CVE-2026-53324 Overview
CVE-2026-53324 affects the Microsoft Azure Network Adapter (MANA) driver in the Linux kernel. The flaw exists in how the driver names per-device debugfs directories. The previous implementation called pci_slot_name(pdev->slot) for Virtual Functions (VFs), which dereferences pdev->slot. That pointer can be NULL in environments such as generic VFIO passthrough or nested KVM, triggering a NULL pointer dereference [CWE-476].
A secondary defect caused directory naming collisions. Multiple Physical Functions (PFs) all used the hardcoded string "0", and VFs across different PCI domains or buses could share the same slot name. These collisions produced -EEXIST errors from debugfs_create_dir().
Critical Impact
The NULL pointer dereference can crash the kernel when the MANA driver initializes VFs in virtualization environments where pdev->slot is not populated.
Affected Products
- Linux kernel with the net/mana driver enabled
- Systems using Microsoft Azure Network Adapter (MANA) Physical Functions
- Systems using MANA Virtual Functions under VFIO passthrough or nested KVM
Discovery Timeline
- 2026-06-26 - CVE-2026-53324 published to NVD
- 2026-06-30 - Last updated in NVD database
Technical Details for CVE-2026-53324
Vulnerability Analysis
The MANA Ethernet driver creates a debugfs directory for each PCI device it manages. Debugfs requires unique directory names within its hierarchy. The prior implementation constructed those names using two different strategies depending on whether the device was a PF or a VF.

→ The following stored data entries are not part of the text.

fn check_problem(db: &SpeciesDb, p: &Problem) -> Result<(), CliError> {
    let s = &p.sigmas;
    if !(s.flow_pct.is_finite() && s.flow_pct > 0.0) {
        return Err(bad(format!(
            "sigma_flow_pct {} must be above zero (one σ of a flow meter, % of reading)",
            s.flow_pct
        )));
    }
    if !(s.fraction_pct.is_finite() && s.fraction_pct >= 0.0) {
        return Err(bad(format!(
            "sigma_fraction_pct {} must be zero or more (one σ of an analysed fraction, % of reading)",
            s.fraction_pct
        )));
    }
    if !(s.fraction_floor.is_finite() && s.fraction_floor > 0.0) {
        return Err(bad(format!(
            "sigma_fraction_floor {} must be above zero (the smallest σ of an analysed fraction, as a mole fraction)",
            s.fraction_floor
        )));
    }
    let mut tags: Vec<&str> = Vec::new();
    for (side, st) in [(Side::Inlet, &p.inlet), (Side::Outlet, &p.outlet)] {
        let n = side.name();
        let mut seen: Vec<usize> = Vec::new();
        for (i, _) in &st.dry {
            if seen.contains(i) {
                return Err(bad(format!(
                    "{n} dry analysis: {} is listed twice",
                    db.get(*i).name
                )));
            }
            seen.push(*i);
        }
        let by_difference = st
            .dry
            .iter()
            .filter(|(_, q)| matches!(q.val, Val::Unmeasured { .. }))
            .count();
        let measured_sum: f64 = st
            .dry
            .iter()
            .filter_map(|(_, q)| match q.val {
                Val::Measured { value, .. } => Some(value),
                Val::Unmeasured { .. } => None,
            })
            .sum();
        // A coarse guard against mol% and against a missing species (common practice);
        // smaller sum errors are the reconciliation's to weigh and test.
        if by_difference == 0 && !(0.5..=1.5).contains(&measured_sum) {
            return Err(bad(format!(
                "{n} dry analysis sums to {measured_sum:.4}: give mole fractions of every dry species (they sum to about 1; 100 would be mol%)"
            )));
        }
        if measured_sum > 1.5 {
            return Err(bad(format!(
                "{n} dry analysis: the measured fractions sum to {measured_sum:.4}, above 1: give mole fractions, not mol%"
            )));
        }
        let items = std::iter::once(&st.flow)
            .chain(st.water.as_ref())
            .chain(st.dry.iter().map(|(_, q)| q));
        for q in items {
            if tags.contains(&q.tag.as_str()) {
                return Err(bad(format!(
                    "instrument tag `{}` is used twice; give every quantity its own tag",
                    q.tag
                )));
            }
            tags.push(&q.tag);
        }
    }
    Ok(())
}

For PFs, the code hardcoded the directory name to "0". When a system exposed more than one MANA PF, the second registration attempt returned -EEXIST from debugfs_create_dir(). For VFs, the code called pci_slot_name(pdev->slot). That helper dereferences the slot field of the pci_dev structure without a NULL check.
In generic VFIO passthrough and nested KVM configurations, the PCI core does not always populate pdev->slot. Dereferencing the NULL pointer triggers an oops in kernel context, causing a denial of service for the calling process and potentially the host.
Root Cause
The root cause is an unsafe assumption that pdev->slot is always valid combined with a non-unique naming scheme for PFs. The driver did not use the PCI Bus:Device.Function (BDF) address, which is guaranteed to be present and unique.
Attack Vector
Triggering the flaw requires MANA hardware or emulation exposed to a Linux guest through VFIO or nested virtualization. An attacker with the ability to attach or hot-plug a MANA VF into a guest without a populated pdev->slot can crash the guest kernel. The issue is not reachable from unprivileged remote network input.
The patch replaces both code paths with pci_name(pdev), which returns the unique BDF address. See Kernel Git Commit 34dbd7b819, Kernel Git Commit 9211eb97e8f, and Kernel Git Commit c116f07ab9d for the upstream fixes.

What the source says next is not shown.